One of the many highlights from the student-athlete’s perspective was the discussion with the panel of former student-athlete who are now professionals.

Eight former college student-athletes from the Atlanta area took on all questions about transitioning from college into the professional world.

“The best part of the weekend was having the former student-athlete panel. Being a student-athlete is a privilege and requires a tremendous amount of time and effort. But eventually football will end. We all need a plan of action when that happens,” Syracuse Chapter leader Nolan Cooney said. “Having the former athletes speak to us, was an incredible opportunity to hear from players that are now having incredible success in the corporate world.

“There was no sugar coating the conversation, it was powerful, funny and engaging. Having athletes from various schools, with totally different lives created a connection with everybody in the room.”

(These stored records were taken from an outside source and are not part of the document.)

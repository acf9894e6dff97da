import { z } from 'zod';
import { quantitySchema } from '../calc/quantity-input.ts';

export const HEIGHTS = ['top', 'centre', 'bottom'] as const;
export type LoadHeight = (typeof HEIGHTS)[number];

const common = {
  /** Axis that the load bends the member about. */
  bends: z.enum(['x', 'y'], 'must be "x" or "y"'),
  /** Where it acts on the section; needed for loads that bend the major axis. */
  height: z.enum(HEIGHTS, 'must be "top", "centre" or "bottom"').optional(),
};
const reach = { from: quantitySchema.optional(), to: quantitySchema.optional() };

/**
 * A load between the ends. Positive loads give positive moments in a member on two supports:
 * compression in the top flange. Places are distances from end A.
 */
export const loadInputSchema = z.discriminatedUnion('kind', [
  z.strictObject({ kind: z.literal('uniform'), ...common, ...reach, w: quantitySchema }),
  z.strictObject({
    kind: z.literal('linear'),
    ...common,
    ...reach,
    wFrom: quantitySchema,
    wTo: quantitySchema,
  }),
  z.strictObject({
    kind: z.literal('point'),
    ...common,
    W: quantitySchema,
    at: quantitySchema,
  }),
]);
export type LoadInput = z.infer<typeof loadInputSchema>;

/** Moments where the member runs over a point held between its ends, bending sense. */
export const supportInputSchema = z.strictObject({
  at: quantitySchema,
  Mx: quantitySchema.optional(),
  My: quantitySchema.optional(),
});
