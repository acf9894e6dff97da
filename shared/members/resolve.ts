import type { Source } from '../calc/line.ts';
import type { GivenValue } from '../calc/recorder.ts';
import { findShape, normalDesignation, type WShape } from '../sections/table.ts';
import type { DimensionName } from '../units/dimension.ts';
import { parseQuantity } from '../units/parse.ts';
import { forceProblems } from './force-level.ts';
import { type CalculationInput, type Ends, inputSchema, type MemberInput } from './input.ts';
import { findSteel, type Steel } from './material.ts';

/** What is wrong with an input, where, and what would be right. */
export interface Problem {
  /** `members[0].combinations[1].P`. */
  readonly path: string;
  readonly message: string;
}

export interface Stated<T> {
  readonly value: T;
  readonly source: Source;
  readonly confirmed: boolean;
}

export interface ResolvedCombination {
  readonly id: string;
  readonly name: string;
  /** Section of the analysis where it is another than the member's: the forces are unconfirmed. */
  readonly analysedWith: string | null;
  readonly P: GivenValue;
  readonly moments: Readonly<
    Record<'x' | 'y', { A: GivenValue; B: GivenValue; max: GivenValue | null }>
  >;
}

export interface ResolvedMember {
  readonly id: string;
  readonly mark: string;
  readonly section: Stated<string>;
  /** null: a shape of another family, outside the scope of the book. */
  readonly shape: WShape | null;
  readonly steel:
    | { readonly kind: 'grade'; readonly steel: Steel }
    | { readonly kind: 'own'; readonly name: string; readonly Fy: GivenValue };
  readonly length: GivenValue;
  readonly ends: Stated<Ends>;
  readonly Lcx: GivenValue | null;
  readonly Lcy: GivenValue | null;
  readonly Lcz: GivenValue | null;
  readonly Lb: GivenValue | null;
  readonly Cb: GivenValue | 'auto';
  readonly endMomentSign: 'bending' | 'joint';
  readonly combinations: readonly ResolvedCombination[];
}

export interface ResolvedInput {
  readonly source: CalculationInput;
  readonly design: 'LRFD' | 'ASD';
  readonly units: 'us' | 'si';
  readonly constants: 'us' | 'si';
  readonly analysis: {
    readonly method: 'direct' | 'effective-length' | 'first-order';
    readonly secondOrder: 'from-analysis' | 'amplified' | 'exact';
    readonly includesMemberEffect: boolean;
    readonly sway: 'none';
  };
  readonly members: readonly ResolvedMember[];
}

export type ParsedInput =
  | { readonly ok: true; readonly input: ResolvedInput }
  | { readonly ok: false; readonly problems: readonly Problem[] };

const TYPED: Source = { kind: 'typed' };
const DEFAULT_CB: Source = { kind: 'typed', note: 'Not given: 1.0, on the safe side' };
// In N and mm: beyond these nothing is built, and products leave the range of numbers.
const SMALLEST = 1e-9;
const LARGEST = 1e15;
const OTHER_FAMILY = /^(HSS|PIPE|2L|WT|MT|ST|MC|HP|C|M|S|L)\d/;

const pathText = (path: readonly PropertyKey[]): string =>
  path.reduce<string>(
    (at, p) =>
      typeof p === 'number' ? `${at}[${p}]` : at === '' ? String(p) : `${at}.${String(p)}`,
    '',
  );

/** Reads INPUT.json: its shape, its quantities, and what the members need; all problems at once. */
export function parseInput(json: unknown): ParsedInput {
  const shape = inputSchema.safeParse(json);
  if (!shape.success)
    return {
      ok: false,
      problems: shape.error.issues.map((i) => ({ path: pathText(i.path), message: i.message })),
    };
  const problems: Problem[] = [];
  const input = shape.data;
  const { analysis } = input;
  if (analysis.secondOrder === 'from-analysis' && analysis.includesMemberEffect === undefined)
    problems.push({
      path: 'analysis.includesMemberEffect',
      message:
        'is needed with moments from an analysis: whether the effect of the axial force between the ends (P-δ) is in them',
    });
  const members = input.members.map((m, i) => resolveMember(m, i, input, problems));
  repeated(
    input.members.map((m) => m.mark),
    (i) => `members[${i}].mark`,
    'mark',
    problems,
  );
  if (problems.length > 0) return { ok: false, problems };
  return {
    ok: true,
    input: {
      source: input,
      design: input.design,
      units: input.units,
      constants: input.constants ?? input.units,
      analysis: {
        ...analysis,
        // Says something of moments from an analysis only; elsewhere it must not move the hash.
        includesMemberEffect:
          analysis.secondOrder === 'from-analysis' && analysis.includesMemberEffect === true,
      },
      members,
    },
  };
}

function repeated(
  names: readonly string[],
  path: (i: number) => string,
  what: string,
  problems: Problem[],
): void {
  names.forEach((name, i) => {
    if (names.indexOf(name) !== i)
      problems.push({ path: path(i), message: `the ${what} "${name}" is used twice` });
  });
}

type Given =
  | string
  | number
  | { value: string | number; source?: Source | undefined; confirmed?: boolean | undefined };

const parts = (given: Given): { text: string; source: Source; confirmed: boolean } =>
  typeof given === 'object'
    ? {
        text: String(given.value),
        source: given.source ?? TYPED,
        confirmed: given.confirmed ?? false,
      }
    : { text: String(given), source: TYPED, confirmed: false };

/** A word that may carry its source and state. */
function stateOf<T extends string>(
  given: T | { value: T; source?: Source | undefined; confirmed?: boolean | undefined },
): Stated<T> {
  return typeof given === 'string'
    ? { value: given, source: TYPED, confirmed: false }
    : { value: given.value, source: given.source ?? TYPED, confirmed: given.confirmed ?? false };
}

function resolveMember(
  m: MemberInput,
  index: number,
  input: CalculationInput,
  problems: Problem[],
): ResolvedMember {
  const at = `members[${index}]`;
  const problem = (path: string, message: string) =>
    problems.push({ path: `${at}.${path}`, message });
  const quantity = (
    path: string,
    given: Given | undefined,
    dimension: DimensionName,
  ): GivenValue | null => {
    if (given === undefined) return null;
    const { text, source, confirmed } = parts(given);
    const parsed = parseQuantity(text, dimension);
    if (!parsed.ok) {
      problem(path, parsed.reason);
      return null;
    }
    const size = Math.abs(parsed.quantity.value);
    if (size !== 0 && (size < SMALLEST || size > LARGEST)) {
      problem(path, `is ${text}, which no member has; see the number and its unit`);
      return null;
    }
    return { value: parsed.quantity.value, text: parsed.quantity.text, source, confirmed };
  };
  const length = (
    path: 'length' | 'Lcx' | 'Lcy' | 'Lcz' | 'Lb',
    zero: boolean,
  ): GivenValue | null => {
    const found = quantity(path, m[path], 'length');
    if (found && (zero ? found.value < 0 : found.value <= 0))
      problem(path, `is ${found.text}; it must be ${zero ? 'zero or above' : 'above zero'}`);
    return found;
  };
  const none: GivenValue = { value: 0, text: '0', source: TYPED, confirmed: false };

  const section = stateOf(m.section);
  const shape = findShape(section.value);
  if (!shape && !OTHER_FAMILY.test(normalDesignation(section.value)))
    problem(
      'section',
      `"${section.value}" is not in the table of W shapes (AISC Shapes Database v15.0); write it like W12X79`,
    );

  const combinations = m.combinations.map((c, j): ResolvedCombination => {
    const path = `combinations[${j}]`;
    for (const message of forceProblems(c, input.design))
      problem(`${path}.${message.field}`, message.message);
    const elsewhere =
      c.analysedWith !== undefined &&
      normalDesignation(c.analysedWith) !== normalDesignation(section.value);
    // Forces belong to the section they were analysed with.
    const asAnalysed = <T extends GivenValue | null>(given: T): T =>
      given && elsewhere ? { ...given, confirmed: false } : given;
    const force = (field: 'MxA' | 'MxB' | 'MyA' | 'MyB' | 'MxMax' | 'MyMax') =>
      asAnalysed(quantity(`${path}.${field}`, c[field], 'moment'));
    const P = asAnalysed(quantity(`${path}.P`, c.P, 'force') ?? none);
    // A moment left out is zero, with the source and state of the force set.
    const zero = { ...P, value: 0, text: input.units === 'us' ? '0 kip ft' : '0 kN m' };
    return {
      id: c.id ?? `c${j + 1}`,
      name: c.name,
      analysedWith: elsewhere && c.analysedWith ? normalDesignation(c.analysedWith) : null,
      P,
      moments: {
        x: { A: force('MxA') ?? zero, B: force('MxB') ?? zero, max: force('MxMax') },
        y: { A: force('MyA') ?? zero, B: force('MyB') ?? zero, max: force('MyMax') },
      },
    };
  });
  repeated(
    m.combinations.map((c) => c.name),
    (j) => `${at}.combinations[${j}].name`,
    'combination',
    problems,
  );
  repeated(
    combinations.map((c) => c.id),
    (j) => `${at}.combinations[${j}].id`,
    'id',
    problems,
  );

  const lengths = {
    Lcx: length('Lcx', false),
    Lcy: length('Lcy', false),
    Lcz: length('Lcz', false),
    Lb: length('Lb', true),
  };
  const compressed = combinations.some((c) => c.P.value > 0);
  const bent = combinations.some(
    ({ moments: { x } }) => x.A.value !== 0 || x.B.value !== 0 || (x.max?.value ?? 0) !== 0,
  );
  const bothEnds = combinations.some(({ moments }) =>
    [moments.x, moments.y].some((p) => p.A.value !== 0 && p.B.value !== 0),
  );
  if (compressed)
    for (const name of ['Lcx', 'Lcy', 'Lcz'] as const)
      if (m[name] === undefined)
        problem(
          name,
          'is needed: a combination has compression, and buckling lengths have no default',
        );
  if (bent && m.Lb === undefined)
    problem(
      'Lb',
      'is needed: a combination bends the major axis, and the unbraced length has no default (0 where the compression flange is held continuously)',
    );
  if (bothEnds && m.endMomentSign === undefined)
    problem(
      'endMomentSign',
      'is needed: "bending" (equal signs: single curvature) or "joint" (equal signs: reverse curvature)',
    );

  const Cb =
    m.Cb === undefined
      ? { ...none, value: 1, text: '1.0', source: DEFAULT_CB, confirmed: true }
      : parts(m.Cb).text.trim() === 'auto'
        ? ('auto' as const)
        : quantity('Cb', m.Cb, 'none');
  if (Cb !== 'auto' && Cb && !(Cb.value > 0 && Cb.value <= 5))
    problem('Cb', `is ${Cb.text}; it must be above 0 and, by F1-1, not above 5, or "auto"`);

  return {
    id: m.id ?? `m${index + 1}`,
    mark: m.mark,
    section: { ...section, value: shape?.designation ?? section.value },
    shape,
    steel: resolveSteel(m, problem, quantity),
    length: length('length', false) ?? none,
    ends: stateOf(m.ends),
    ...lengths,
    Cb: Cb ?? 'auto',
    endMomentSign: m.endMomentSign ?? 'bending',
    combinations,
  };
}

function resolveSteel(
  m: MemberInput,
  problem: (path: string, message: string) => void,
  quantity: (path: string, given: Given | undefined, dimension: DimensionName) => GivenValue | null,
): ResolvedMember['steel'] {
  const fallback: GivenValue = { value: 1, text: '1 MPa', source: TYPED, confirmed: false };
  if (typeof m.material === 'string') {
    const steel = findSteel(m.material);
    if (steel) return { kind: 'grade', steel };
    problem(
      'material',
      `"${m.material}" is not a steel known here; choose A992, A572 Gr. 50, A36, A913 Gr. 65, A913 Gr. 70, or give your own with name, Fy and source`,
    );
    return { kind: 'own', name: m.material, Fy: fallback };
  }
  if (m.material.source === undefined)
    problem(
      'material.source',
      'is needed: a steel of your own states where its yield stress is from',
    );
  const Fy = quantity('material.Fy', m.material.Fy, 'stress');
  if (Fy && Fy.value <= 0) problem('material.Fy', `is ${Fy.text}; it must be above zero`);
  const own = {
    ...(Fy ?? fallback),
    source: m.material.source ?? TYPED,
    confirmed: m.material.confirmed ?? false,
  };
  return { kind: 'own', name: m.material.name, Fy: own };
}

Uplifting Athletes Director of Strategic Development Rob Long is a former rare disease patient and college football player. Sharing his story allowed the student-athletes to develop a more personal connection to the cause prior to a visit to the Scottish Rite Hospital for an afternoon of visiting with rare disease patients.

Sunday began with a session on fundraising followed by a video review of Uplifting Athletes 2017.

The conference closed with Beth Nguyen, a NORD Rare Impact Award Honoree, sharing her story. Nguyen battles the rare disease Syringomyelia and is a mother, nurse, wife, patient advocate and leader.

A special thank you to all our supporters who made this conference possible. These young men are making a difference in the rare disease community with your help.

We asked a few of the student-athletes to provide us with some feedback, and what we received was not only helpful to us going forward, but it moved us.

So we are going to share the exact words of two attendees, Cooney and Trey Klock from Northwestern, about what Leadership Development Conference ’18 meant to them.

Uplifting Athletes: In your own words sum up your experience at the Leadership Development Conference and share something that moved or impacted you?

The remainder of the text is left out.